There is a technology that generally improves over time that allows scientists and others to better access and record and explain some of the communication of intelligent species such as cetaceans, etc.
Again with cetaceans, it is not uncommon for whales and dolphins caught in shark nets [or fishnets in which hooks and lines of nets are thrown into the sea] to approach divers, or boats, on the surface, then Rest patiently while humans loosen them. It is a form of intelligent communication, not as spoken words by mobiles phones, then translated into a human, but rather the understanding of another intelligent person who can see you drowning and help you escape.
The communication from human to whale or dolphin is in offering help and help..
Communication can and has happened between deaf/dumb humans and humans without each other’s languages.. Human intelligence is able to understand what another intelligent human is trying to say, or the ideas they share trying to do.
We use body language and facial expressions as communication of feelings and desires like other animals.. it is also a non-technical form of language.

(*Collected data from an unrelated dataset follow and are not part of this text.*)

package model

// Shape is an idealised form of a product.
type Shape struct {
	Name, Help string
	Needs      []string // the size columns that it uses: Thickness, Width, Length, Diameter, Volume, Surface area
	Faces      []*Face  // the faces that may differ; none: one surface
	Refused    string   // why the method at hand cannot do it; "" if it can
}

// The shapes.
var (
	Slab          = &Shape{Name: "slab", Needs: []string{"Thickness"}, Faces: []*Face{Top, Underside}, Help: "wide and flat: trays, fillets; heat crosses the thickness"}
	Cylinder      = &Shape{Name: "cylinder", Needs: []string{"Diameter"}, Help: "long and round: sausages, rolled joints; heat crosses the radius"}
	Sphere        = &Shape{Name: "sphere", Needs: []string{"Diameter"}, Help: "dumplings, round pieces"}
	ShortCylinder = &Shape{Name: "short cylinder", Needs: []string{"Diameter", "Length"}, Faces: []*Face{Top, Underside, Sides}, Help: "tins, pots, pies: heat crosses the ends and the curved face"}
	Bar           = &Shape{Name: "bar", Needs: []string{"Thickness", "Width"}, Faces: []*Face{Top, Underside, Sides}, Help: "long and rectangular: heat crosses thickness and width"}
	Brick         = &Shape{Name: "brick", Needs: []string{"Thickness", "Width", "Length"}, Faces: []*Face{Top, Underside, Sides, Ends}, Help: "joints, blocks, portions: heat crosses all six faces"}
	Spheroid      = &Shape{Name: "spheroid", Needs: []string{"Thickness", "Diameter"}, Help: "eggs, potatoes, whole joints: thickness along its axis, diameter across it"}
	LayeredSlab   = &Shape{Name: "layered slab", Faces: []*Face{Top, Underside}, Help: "layers of different foods, wide and flat: each is a row of the sheet Layers"}
	Stirred       = &Shape{Name: "stirred", Needs: []string{"Volume", "Surface area"}, Help: "well mixed throughout: soups and sauces that are stirred all the time"}

	Shapes = []*Shape{Slab, Cylinder, Sphere, ShortCylinder, Bar, Brick, Spheroid, LayeredSlab, Stirred}
)

// IrregularPieces is the guide to the shape that stands for a piece that has none of them. What it says of spheres and cylinders is held by a test
// against spheroids of 1:1 to 1:3; that a shape which contains another stays behind it follows from the comparison principle.
const IrregularPieces = "A piece that is none of these shapes: take the thickest section that fits into it, and the fewest faces through which heat passes; what is left out " +
	"then makes the prediction slow, which is the safe side for heating and for chilling. " +
	"Slow: a slab of its smallest thickness at the thickest place, or a long cylinder of its smaller diameter (a spheroid of the same diameter is ahead of it). " +
	"Near: a spheroid with its length as thickness and its smaller diameter, for eggs, potatoes and boned joints; a brick or short cylinder that the piece fits into. " +
	"Fast, on the unsafe side: a sphere of its smaller diameter, or any shape that fits into the piece. " +
	"Of pieces that differ take the largest in the load. A bone, a tin or a liquid core is a food of its own: a layer, not a correction."

// Surface is a kind of surroundings: the word of the column Surroundings.
type Surface struct {
	Name, Help string
	Needs      []string // columns that must be filled, besides Temperature or Course
	May        []string // columns that may be filled
	NoMedium   bool     // it has no temperature
	Published  string   // published film coefficients with their source, the low end first, in words
	film       func(*filmCase) (w float64, source string)
	law        func(surfaceC, tauS float64) (w, slope float64) // heat into the food in W/m² and its slope; for tests: it stands for everything
}

// The surroundings.
var (
	Film = &Surface{Name: "film", Needs: []string{"Film coefficient"}, May: []string{"Air speed", "Relative humidity", "Wrap resistance"},
		Help: "a film coefficient typed by you: it stands for everything that happens at the surface"}
	StillAir = &Surface{Name: "still air", May: []string{"Film coefficient", "Relative humidity", "Radiating temperature", "Emissivity", "Surface", "Wrap resistance"}, film: stillAir,
		Help: "air moved only by its own warmth; the film follows the surface (a typed one stands for convection alone), radiation counts with Radiating temperature, evaporation with Surface wet"}
	MovingAir = &Surface{Name: "moving air", Needs: []string{"Air speed"}, May: []string{"Film coefficient", "Relative humidity", "Radiating temperature", "Emissivity", "Surface", "Wrap resistance"}, film: movingAir,
		Help: "air blown over the food; as still air, and never less than it"}
	WaterBath = &Surface{Name: "water bath", May: []string{"Film coefficient", "Wrap resistance"},
		film: stated(waterBathW, "stated low: a vacuum-packed roast cooled more slowly in water than in air of 2 m/s (James & James 2002, Meat Refrigeration, table 16.7), at 21 to 31 W/m²K by how its shape and start are read; textbooks give 50 to 100 for liquids left still"),
		Help: "water left still; a low film is taken unless you type one"}
	StirredWater = &Surface{Name: "stirred water", May: []string{"Film coefficient", "Wrap resistance"},
		film: stated(waterBathW, "stated low, as in a water bath: measured joints in water cooled as slowly as with 21 to 31 W/m²K (James & James 2002, Meat Refrigeration, table 16.7), and whether that water was stirred is not published; 95 to 155 for a pouch in stirred water (Baldwin 2012, Int. J. Gastronomy and Food Science 1:15-30; from memory) has to be typed"),
		Help: "water kept moving; the low film of a water bath is taken unless you type one (95 to 155 W/m²K for a pouch, Baldwin 2012, from memory)"}
	BoilingWater = &Surface{Name: "boiling water", May: []string{"Film coefficient", "Wrap resistance"},
		film: stated(1000, "capped at 1000 W/m²K, below the textbook range of 2500 to 100000 (Çengel, Heat Transfer, typical values): food conducts so badly that more makes no difference"),
		Help: "water at the boil"}
	Steam = &Surface{Name: "steam", May: []string{"Film coefficient", "Relative humidity", "Wrap resistance"},
		film: stated(steamW, "capped at 1000 W/m²K, below the textbook range of 2500 to 100000 for pure condensing steam (Çengel, Heat Transfer, typical values); air in the steam lowers it strongly, which is calculated from a few degrees below boiling on, and with a relative humidity"),
		Help: "condensing steam, air vented; colder than boiling, or with a relative humidity below 100 %, steam with air in it, which condenses up to its dew point"}
	ContactPlate = &Surface{Name: "contact plate", Needs: []string{"Wrap resistance"},
		Help: "a plate pressed on; its contact goes into Wrap resistance"}
	Held      = &Surface{Name: "held", Help: "the surface itself is kept at the temperature"}
	Insulated = &Surface{Name: "insulated", NoMedium: true, Help: "no heat passes"}

	Surfaces = []*Surface{Film, StillAir, MovingAir, WaterBath, StirredWater, BoilingWater, Steam, ContactPlate, Held, Insulated}
)

// steamW is the film of condensing steam, W/(m²·K).
const steamW = 1000

// waterBathW is the film taken in water, still or stirred, W/(m²·K): just below the lowest that the measured cases can be read to give. What
// their water did is not published; with the 95 of a pouch in stirred water a joint that took 6.9 h came out at 5.3 h.
const waterBathW = 20

// Refusal is a process or food that conduction does not describe: what a person may type, why it is refused, what to do instead.
type Refusal struct{ Words, Why, Instead string }

// Refusals lists what the reader must refuse by name, in Surroundings, Stage and Equipment and in the names of steps and processes.
var Refusals = []Refusal{
	{"vacuum", "vacuum cooling boils water out of the whole food; conduction does not describe it", "judge a probe record of the batch instead"},
	{"microwave, radio frequency, ohmic", "the heat arises inside the food, very unevenly", "measure the coldest place with probes; only the standing time after a measured start may be predicted"},
	{"retort, canning, autoclave", "commercial sterility needs a process authority and is outside this program", "ask a recognised process authority"},
	{"fryer, frying, deep fat", "a moving crust with boiling water in it", "use probe records"},
	{"baking, dough", "vapour moves in the pores and the food changes shape", "use probe records"},
}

Some cetacean experts who study cetacean languages say it’s only a matter of time before we’ll be able to communicate with them.. Wonder what they would have to say to the Japanese who slaughtered them in Antarctic whale sanctuaries
To receive this communication, the dog wears a wireless harness that holds two devices. The first device to communicate with humans took physical cues from a dog. The dog’s posture, heart rate and other biometrics are gathered and analyzed by a computer, which provides the information to humans.
The other device allows humans to send understandable signals to the dog. These messages are sent using haptic technology, which uses vibrations to convey information to dogs.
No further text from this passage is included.